━━ RECORDS FOR THIS TASK ━━
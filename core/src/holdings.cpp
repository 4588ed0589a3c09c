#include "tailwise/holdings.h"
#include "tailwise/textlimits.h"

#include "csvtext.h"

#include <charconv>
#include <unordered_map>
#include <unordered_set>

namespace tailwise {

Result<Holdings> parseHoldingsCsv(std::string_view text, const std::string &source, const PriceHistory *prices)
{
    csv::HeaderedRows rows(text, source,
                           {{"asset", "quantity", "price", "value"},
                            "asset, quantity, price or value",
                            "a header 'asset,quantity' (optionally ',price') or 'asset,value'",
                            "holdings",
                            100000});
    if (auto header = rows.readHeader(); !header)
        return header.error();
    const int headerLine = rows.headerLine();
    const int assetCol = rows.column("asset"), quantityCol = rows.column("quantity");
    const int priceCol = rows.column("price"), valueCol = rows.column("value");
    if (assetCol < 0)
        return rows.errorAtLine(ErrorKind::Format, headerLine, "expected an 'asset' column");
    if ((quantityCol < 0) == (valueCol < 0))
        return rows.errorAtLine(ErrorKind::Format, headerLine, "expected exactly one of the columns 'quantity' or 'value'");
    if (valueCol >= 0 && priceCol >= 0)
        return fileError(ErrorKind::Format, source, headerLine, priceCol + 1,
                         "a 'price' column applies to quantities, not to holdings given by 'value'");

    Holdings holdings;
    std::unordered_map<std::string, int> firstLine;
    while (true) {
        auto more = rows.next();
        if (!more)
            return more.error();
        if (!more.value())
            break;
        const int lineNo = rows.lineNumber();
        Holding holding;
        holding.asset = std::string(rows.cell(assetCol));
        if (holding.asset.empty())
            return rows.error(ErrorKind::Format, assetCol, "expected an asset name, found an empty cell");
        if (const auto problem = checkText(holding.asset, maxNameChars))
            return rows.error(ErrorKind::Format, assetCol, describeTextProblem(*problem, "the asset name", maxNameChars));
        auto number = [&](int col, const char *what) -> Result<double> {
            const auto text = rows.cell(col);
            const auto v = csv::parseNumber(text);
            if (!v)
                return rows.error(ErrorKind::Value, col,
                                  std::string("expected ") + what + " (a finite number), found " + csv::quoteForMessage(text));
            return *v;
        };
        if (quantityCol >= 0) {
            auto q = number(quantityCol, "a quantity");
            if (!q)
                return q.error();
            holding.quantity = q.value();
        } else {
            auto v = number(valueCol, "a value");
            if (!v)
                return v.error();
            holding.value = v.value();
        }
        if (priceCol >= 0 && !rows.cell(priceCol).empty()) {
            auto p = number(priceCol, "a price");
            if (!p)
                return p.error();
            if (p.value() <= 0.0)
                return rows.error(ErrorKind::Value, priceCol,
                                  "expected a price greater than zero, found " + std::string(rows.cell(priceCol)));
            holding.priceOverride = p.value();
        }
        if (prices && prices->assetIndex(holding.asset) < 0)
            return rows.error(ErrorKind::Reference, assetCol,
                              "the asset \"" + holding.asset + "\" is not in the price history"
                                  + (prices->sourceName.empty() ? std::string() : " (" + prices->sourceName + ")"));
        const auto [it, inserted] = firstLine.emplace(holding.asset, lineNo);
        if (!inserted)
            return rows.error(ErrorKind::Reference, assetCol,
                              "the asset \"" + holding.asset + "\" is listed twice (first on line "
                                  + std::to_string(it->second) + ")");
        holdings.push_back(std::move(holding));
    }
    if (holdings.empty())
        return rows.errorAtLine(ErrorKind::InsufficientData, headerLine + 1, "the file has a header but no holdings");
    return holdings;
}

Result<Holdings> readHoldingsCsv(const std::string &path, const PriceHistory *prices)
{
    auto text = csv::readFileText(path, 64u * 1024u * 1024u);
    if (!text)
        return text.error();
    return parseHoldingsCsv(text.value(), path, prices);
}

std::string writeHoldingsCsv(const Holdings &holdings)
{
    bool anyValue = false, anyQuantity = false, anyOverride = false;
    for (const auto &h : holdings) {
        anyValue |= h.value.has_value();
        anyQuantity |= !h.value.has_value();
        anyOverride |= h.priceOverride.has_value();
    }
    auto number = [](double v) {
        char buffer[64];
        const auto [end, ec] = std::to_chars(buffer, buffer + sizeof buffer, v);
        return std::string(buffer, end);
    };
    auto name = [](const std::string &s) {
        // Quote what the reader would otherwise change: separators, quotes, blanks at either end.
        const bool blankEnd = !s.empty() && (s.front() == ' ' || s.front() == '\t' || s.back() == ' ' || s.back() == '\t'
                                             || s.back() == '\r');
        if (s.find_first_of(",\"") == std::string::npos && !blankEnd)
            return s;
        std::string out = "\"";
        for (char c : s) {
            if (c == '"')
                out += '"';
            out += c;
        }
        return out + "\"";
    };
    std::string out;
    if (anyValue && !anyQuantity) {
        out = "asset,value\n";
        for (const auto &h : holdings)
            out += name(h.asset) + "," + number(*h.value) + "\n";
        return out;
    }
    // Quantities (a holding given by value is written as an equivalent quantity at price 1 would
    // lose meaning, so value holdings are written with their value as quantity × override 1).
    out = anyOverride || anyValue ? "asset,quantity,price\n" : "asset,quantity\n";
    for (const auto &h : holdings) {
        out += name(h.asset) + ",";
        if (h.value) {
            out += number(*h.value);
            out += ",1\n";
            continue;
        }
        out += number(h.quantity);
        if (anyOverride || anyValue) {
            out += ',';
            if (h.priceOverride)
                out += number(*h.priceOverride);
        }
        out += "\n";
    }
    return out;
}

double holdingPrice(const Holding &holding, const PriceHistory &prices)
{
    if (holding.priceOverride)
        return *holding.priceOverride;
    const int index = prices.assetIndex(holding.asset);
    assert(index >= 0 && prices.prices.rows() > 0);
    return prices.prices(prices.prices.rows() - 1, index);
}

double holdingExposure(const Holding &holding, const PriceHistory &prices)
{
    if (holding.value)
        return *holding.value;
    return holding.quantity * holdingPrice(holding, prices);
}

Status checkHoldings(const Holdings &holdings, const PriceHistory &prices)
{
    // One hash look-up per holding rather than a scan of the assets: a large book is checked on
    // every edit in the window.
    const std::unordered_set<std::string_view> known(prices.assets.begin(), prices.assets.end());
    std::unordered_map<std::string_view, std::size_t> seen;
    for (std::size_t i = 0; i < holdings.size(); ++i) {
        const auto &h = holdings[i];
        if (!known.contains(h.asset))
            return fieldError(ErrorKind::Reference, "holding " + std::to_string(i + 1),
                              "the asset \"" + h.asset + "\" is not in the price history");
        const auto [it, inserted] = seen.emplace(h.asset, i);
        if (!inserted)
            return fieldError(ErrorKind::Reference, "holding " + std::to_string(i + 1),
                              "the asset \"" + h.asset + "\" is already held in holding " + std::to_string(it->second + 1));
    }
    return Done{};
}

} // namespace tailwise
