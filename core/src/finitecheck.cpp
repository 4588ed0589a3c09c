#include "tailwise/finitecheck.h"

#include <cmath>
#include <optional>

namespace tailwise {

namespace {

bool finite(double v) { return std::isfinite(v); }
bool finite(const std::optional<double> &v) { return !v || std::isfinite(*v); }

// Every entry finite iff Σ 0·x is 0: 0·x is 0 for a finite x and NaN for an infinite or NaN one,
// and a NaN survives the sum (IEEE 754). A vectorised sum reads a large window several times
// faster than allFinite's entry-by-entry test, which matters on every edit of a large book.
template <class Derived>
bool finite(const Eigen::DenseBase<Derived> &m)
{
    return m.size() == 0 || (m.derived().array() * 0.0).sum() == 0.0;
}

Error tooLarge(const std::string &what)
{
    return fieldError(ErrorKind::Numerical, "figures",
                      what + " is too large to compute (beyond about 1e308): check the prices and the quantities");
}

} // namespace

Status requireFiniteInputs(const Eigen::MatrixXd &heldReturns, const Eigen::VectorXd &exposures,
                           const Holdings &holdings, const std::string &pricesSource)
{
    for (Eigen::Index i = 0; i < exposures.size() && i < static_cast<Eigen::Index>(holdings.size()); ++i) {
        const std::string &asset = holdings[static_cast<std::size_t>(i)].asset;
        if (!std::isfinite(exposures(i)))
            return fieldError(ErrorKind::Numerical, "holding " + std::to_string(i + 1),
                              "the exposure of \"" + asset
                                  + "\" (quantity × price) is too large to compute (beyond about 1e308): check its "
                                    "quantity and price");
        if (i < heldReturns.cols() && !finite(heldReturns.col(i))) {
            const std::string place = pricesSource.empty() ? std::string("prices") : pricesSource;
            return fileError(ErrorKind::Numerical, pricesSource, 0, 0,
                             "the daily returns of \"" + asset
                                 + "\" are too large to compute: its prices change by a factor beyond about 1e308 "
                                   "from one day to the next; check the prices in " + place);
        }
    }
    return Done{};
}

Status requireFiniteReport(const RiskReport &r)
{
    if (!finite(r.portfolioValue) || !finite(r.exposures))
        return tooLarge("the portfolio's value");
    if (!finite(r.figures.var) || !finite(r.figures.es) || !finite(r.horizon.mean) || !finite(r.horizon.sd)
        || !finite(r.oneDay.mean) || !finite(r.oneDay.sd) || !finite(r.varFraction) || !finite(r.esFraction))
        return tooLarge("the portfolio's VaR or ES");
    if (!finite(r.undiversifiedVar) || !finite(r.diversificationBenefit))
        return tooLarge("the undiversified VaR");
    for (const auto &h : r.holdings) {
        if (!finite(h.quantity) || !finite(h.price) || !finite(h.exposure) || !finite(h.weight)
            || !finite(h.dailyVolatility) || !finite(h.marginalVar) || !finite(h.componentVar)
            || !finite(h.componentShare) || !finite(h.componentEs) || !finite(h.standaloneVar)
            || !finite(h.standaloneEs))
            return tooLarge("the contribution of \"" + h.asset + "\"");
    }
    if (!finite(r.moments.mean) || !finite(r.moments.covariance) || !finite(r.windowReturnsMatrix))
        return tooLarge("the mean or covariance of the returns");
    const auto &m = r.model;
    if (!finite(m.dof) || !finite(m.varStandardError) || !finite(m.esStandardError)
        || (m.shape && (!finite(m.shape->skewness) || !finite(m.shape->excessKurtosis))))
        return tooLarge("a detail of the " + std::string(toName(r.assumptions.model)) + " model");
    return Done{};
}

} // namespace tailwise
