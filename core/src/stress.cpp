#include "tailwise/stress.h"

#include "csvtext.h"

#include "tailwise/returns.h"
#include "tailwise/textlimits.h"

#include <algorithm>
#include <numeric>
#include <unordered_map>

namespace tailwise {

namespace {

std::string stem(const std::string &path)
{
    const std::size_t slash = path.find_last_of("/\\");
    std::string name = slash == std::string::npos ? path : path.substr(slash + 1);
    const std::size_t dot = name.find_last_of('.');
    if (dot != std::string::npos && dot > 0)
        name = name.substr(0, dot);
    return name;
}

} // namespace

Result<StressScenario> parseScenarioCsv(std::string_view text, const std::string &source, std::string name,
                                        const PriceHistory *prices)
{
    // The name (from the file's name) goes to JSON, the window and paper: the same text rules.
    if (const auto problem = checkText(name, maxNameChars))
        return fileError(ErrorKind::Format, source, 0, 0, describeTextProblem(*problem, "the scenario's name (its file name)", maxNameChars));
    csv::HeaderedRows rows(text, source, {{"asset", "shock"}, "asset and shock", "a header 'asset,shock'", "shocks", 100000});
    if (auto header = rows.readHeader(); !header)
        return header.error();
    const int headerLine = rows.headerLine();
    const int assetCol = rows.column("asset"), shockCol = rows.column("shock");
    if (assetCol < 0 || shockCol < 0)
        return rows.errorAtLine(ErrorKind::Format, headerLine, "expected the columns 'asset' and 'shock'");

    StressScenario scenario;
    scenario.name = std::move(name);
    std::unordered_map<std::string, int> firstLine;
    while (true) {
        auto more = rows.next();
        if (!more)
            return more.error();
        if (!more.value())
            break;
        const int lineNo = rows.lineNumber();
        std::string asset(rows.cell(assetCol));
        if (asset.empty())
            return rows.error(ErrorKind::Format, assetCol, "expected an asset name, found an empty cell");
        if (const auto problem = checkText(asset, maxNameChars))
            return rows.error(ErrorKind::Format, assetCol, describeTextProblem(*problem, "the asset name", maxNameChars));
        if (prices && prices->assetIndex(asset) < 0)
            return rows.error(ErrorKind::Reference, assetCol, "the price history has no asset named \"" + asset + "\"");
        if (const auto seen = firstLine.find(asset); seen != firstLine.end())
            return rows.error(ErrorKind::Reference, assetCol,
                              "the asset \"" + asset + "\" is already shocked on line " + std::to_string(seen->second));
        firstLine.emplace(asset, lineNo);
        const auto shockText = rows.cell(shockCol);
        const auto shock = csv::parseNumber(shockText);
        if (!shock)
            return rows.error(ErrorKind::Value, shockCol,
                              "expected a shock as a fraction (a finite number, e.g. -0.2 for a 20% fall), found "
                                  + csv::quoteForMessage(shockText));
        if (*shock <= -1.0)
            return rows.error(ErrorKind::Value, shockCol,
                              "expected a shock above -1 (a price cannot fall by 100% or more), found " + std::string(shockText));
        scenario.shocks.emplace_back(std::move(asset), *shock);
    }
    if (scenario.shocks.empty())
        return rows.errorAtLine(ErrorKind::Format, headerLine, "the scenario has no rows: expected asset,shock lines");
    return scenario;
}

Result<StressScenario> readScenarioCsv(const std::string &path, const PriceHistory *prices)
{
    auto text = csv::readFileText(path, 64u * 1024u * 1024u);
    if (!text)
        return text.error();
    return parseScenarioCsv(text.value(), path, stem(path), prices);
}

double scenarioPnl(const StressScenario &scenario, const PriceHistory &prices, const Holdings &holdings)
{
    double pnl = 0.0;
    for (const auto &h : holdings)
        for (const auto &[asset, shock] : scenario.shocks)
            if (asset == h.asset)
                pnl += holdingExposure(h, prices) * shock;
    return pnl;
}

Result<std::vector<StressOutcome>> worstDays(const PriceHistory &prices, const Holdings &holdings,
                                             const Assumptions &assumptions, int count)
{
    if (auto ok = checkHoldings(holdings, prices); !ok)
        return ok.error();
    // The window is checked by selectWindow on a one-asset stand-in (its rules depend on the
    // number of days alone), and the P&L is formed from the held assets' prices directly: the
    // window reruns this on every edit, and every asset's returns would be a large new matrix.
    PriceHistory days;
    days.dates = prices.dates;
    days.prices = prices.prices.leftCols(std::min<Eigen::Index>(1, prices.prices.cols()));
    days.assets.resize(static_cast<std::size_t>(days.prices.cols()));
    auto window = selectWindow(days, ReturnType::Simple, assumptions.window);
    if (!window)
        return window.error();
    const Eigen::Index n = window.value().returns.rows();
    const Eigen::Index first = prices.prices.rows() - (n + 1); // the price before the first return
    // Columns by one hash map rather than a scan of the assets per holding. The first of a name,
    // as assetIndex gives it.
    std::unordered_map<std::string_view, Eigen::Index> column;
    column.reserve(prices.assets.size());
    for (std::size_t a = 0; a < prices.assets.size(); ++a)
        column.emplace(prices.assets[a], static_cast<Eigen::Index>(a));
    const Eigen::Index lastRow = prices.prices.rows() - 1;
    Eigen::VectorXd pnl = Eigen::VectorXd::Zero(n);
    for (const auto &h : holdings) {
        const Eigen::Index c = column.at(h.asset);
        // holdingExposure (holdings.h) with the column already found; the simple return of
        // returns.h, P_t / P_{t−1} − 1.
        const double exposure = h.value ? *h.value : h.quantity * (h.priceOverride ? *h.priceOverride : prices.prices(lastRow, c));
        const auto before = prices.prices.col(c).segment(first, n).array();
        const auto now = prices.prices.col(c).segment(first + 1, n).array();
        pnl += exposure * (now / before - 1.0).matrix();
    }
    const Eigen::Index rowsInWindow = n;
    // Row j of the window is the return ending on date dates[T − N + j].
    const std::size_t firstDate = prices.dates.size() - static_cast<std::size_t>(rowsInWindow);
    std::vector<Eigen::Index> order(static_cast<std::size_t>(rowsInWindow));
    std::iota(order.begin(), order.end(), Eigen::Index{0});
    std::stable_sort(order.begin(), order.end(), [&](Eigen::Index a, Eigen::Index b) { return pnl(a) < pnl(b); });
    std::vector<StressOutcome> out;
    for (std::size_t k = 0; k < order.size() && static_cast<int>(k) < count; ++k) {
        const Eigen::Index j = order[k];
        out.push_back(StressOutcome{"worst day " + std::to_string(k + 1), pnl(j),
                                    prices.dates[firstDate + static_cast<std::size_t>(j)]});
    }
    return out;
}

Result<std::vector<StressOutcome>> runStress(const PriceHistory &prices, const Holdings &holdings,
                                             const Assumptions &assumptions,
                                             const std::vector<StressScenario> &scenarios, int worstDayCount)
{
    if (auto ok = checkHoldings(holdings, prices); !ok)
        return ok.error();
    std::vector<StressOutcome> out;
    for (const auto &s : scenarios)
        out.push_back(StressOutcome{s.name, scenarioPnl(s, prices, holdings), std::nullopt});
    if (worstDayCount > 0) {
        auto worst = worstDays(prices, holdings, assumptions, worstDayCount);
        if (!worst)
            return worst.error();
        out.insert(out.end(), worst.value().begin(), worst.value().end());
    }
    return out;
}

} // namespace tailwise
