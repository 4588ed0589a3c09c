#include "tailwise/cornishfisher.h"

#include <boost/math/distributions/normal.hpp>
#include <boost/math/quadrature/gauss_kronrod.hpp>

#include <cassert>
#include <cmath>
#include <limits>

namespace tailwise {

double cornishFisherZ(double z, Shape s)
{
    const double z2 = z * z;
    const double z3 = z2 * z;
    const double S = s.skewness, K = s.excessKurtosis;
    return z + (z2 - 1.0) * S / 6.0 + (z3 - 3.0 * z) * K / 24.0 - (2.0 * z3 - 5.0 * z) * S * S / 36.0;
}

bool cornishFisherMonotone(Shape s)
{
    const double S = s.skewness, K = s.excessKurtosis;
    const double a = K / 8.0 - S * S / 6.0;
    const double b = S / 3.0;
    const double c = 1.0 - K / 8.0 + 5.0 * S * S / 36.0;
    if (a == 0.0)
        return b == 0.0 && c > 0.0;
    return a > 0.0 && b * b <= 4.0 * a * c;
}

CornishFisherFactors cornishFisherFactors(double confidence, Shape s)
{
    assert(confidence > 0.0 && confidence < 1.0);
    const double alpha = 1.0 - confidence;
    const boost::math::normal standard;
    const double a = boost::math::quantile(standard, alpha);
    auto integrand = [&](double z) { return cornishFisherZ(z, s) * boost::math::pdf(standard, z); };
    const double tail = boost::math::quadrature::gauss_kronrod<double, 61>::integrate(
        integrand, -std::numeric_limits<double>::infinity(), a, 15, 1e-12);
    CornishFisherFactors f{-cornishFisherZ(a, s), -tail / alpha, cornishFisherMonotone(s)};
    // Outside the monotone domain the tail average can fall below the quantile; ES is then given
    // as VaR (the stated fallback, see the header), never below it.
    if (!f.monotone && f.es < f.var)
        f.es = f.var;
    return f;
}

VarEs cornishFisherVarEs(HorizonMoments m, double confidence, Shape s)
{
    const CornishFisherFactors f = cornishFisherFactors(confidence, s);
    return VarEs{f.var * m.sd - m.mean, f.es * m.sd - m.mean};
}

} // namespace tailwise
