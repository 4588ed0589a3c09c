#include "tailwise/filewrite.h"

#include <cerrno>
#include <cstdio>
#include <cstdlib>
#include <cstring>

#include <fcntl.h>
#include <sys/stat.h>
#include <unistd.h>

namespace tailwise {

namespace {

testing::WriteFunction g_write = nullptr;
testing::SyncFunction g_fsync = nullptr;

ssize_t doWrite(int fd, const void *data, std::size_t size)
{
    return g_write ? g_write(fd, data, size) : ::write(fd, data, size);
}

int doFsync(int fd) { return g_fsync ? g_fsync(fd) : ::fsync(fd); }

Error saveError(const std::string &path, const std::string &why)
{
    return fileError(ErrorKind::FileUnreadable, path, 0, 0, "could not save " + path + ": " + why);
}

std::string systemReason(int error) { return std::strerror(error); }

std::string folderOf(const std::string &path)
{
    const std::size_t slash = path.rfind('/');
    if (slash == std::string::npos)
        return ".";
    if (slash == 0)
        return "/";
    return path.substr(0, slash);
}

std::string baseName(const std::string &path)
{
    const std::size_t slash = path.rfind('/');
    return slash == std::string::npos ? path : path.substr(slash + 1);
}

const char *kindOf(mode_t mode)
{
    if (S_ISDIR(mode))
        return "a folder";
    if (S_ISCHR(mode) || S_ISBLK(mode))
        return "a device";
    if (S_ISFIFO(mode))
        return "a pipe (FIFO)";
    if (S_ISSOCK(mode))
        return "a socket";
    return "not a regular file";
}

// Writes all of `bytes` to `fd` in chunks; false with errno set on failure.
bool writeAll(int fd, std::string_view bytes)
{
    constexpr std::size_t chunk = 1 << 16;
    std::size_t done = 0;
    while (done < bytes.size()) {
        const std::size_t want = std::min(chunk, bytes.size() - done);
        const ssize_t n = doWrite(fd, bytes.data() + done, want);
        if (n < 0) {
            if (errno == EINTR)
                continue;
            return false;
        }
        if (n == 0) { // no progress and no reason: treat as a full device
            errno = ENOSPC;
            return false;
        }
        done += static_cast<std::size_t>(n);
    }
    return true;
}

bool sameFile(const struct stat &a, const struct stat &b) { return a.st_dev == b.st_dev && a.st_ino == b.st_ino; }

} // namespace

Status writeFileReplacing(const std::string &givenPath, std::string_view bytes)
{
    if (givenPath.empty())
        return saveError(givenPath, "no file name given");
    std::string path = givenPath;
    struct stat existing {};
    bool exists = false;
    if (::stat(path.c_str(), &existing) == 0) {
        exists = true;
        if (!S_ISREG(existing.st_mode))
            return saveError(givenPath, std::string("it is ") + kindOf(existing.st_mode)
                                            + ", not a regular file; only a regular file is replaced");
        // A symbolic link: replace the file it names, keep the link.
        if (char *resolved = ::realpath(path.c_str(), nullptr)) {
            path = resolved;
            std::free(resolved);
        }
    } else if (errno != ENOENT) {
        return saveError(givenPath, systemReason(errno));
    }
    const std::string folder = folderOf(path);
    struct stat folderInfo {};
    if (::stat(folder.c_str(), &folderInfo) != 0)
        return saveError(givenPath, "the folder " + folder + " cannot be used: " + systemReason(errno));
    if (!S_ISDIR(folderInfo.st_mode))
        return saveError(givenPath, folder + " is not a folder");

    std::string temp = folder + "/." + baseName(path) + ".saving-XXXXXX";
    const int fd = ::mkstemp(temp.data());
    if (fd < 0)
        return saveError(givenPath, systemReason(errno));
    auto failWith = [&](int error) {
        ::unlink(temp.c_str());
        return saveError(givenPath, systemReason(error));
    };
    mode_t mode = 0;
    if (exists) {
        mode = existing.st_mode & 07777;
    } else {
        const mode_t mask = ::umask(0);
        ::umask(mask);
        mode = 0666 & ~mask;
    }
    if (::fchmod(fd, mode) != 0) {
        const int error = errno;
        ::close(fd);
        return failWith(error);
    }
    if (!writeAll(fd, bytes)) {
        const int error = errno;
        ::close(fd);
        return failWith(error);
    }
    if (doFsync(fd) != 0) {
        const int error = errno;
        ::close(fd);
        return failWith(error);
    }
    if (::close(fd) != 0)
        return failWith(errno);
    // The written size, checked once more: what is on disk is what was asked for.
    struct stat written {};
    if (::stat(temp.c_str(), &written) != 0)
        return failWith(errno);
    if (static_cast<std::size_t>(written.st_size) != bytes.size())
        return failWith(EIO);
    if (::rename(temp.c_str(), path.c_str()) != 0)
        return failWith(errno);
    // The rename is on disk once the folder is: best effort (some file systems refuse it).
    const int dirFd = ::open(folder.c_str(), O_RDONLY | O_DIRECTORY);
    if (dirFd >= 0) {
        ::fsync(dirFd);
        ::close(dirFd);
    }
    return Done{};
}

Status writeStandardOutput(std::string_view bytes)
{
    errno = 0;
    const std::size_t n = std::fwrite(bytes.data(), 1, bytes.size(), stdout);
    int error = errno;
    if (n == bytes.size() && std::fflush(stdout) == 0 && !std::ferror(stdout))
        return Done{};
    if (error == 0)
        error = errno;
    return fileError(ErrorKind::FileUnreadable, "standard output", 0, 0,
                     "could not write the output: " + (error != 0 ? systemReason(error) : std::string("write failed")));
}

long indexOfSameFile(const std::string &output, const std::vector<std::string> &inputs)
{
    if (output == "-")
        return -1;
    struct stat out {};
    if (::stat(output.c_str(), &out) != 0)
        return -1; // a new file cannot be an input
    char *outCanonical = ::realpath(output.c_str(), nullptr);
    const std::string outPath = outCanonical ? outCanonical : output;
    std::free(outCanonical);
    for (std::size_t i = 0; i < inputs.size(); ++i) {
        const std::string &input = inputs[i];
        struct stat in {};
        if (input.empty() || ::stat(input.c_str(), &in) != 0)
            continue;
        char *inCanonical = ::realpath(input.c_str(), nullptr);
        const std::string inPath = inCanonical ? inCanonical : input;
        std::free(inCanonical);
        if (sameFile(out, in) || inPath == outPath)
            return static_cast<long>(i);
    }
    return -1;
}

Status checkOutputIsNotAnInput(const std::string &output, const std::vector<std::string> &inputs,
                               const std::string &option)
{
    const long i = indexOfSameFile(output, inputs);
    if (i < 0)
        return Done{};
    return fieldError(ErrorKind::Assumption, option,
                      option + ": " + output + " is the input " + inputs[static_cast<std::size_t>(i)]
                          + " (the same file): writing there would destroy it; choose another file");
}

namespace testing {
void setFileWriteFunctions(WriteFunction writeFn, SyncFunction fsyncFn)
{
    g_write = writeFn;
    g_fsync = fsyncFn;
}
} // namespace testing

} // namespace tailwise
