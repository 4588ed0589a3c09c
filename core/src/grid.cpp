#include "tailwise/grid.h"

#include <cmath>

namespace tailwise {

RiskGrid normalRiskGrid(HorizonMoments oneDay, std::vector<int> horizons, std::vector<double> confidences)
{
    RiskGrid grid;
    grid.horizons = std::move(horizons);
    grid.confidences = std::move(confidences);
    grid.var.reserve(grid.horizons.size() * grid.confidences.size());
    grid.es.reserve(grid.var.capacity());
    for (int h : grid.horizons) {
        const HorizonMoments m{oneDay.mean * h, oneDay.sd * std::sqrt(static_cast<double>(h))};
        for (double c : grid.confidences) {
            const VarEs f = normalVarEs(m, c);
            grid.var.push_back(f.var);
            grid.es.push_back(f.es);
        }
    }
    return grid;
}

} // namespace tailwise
━━━
ABOUT THIS EXERCISE. Take the records above and return, word for word, only the lines that fall from the line with "mode = 0666 & ~mask;" to the line with "if (dirFd >= 0)", both of them included.

OUTPUT.
        mode = 0666 & ~mask;
    }
    if (::fchmod(fd, mode) != 0) {
        const int error = errno;
        ::close(fd);
        return failWith(error);
    }
    if (!writeAll(fd, bytes)) {
        const int error = errno;
        ::close(fd);
        return failWith(error);
    }
    if (doFsync(fd) != 0) {
        const int error = errno;
        ::close(fd);
        return failWith(error);
    }
    if (::close(fd) != 0)
        return failWith(errno);
    // The written size, checked once more: what is on disk is what was asked for.
    struct stat written {};
    if (::stat(temp.c_str(), &written) != 0)
        return failWith(errno);
    if (static_cast<std::size_t>(written.st_size) != bytes.size())
        return failWith(EIO);
    if (::rename(temp.c_str(), path.c_str()) != 0)
        return failWith(errno);
    // The rename is on disk once the folder is: best effort (some file systems refuse it).
    const int dirFd = ::open(folder.c_str(), O_RDONLY | O_DIRECTORY);
    if (dirFd >= 0) {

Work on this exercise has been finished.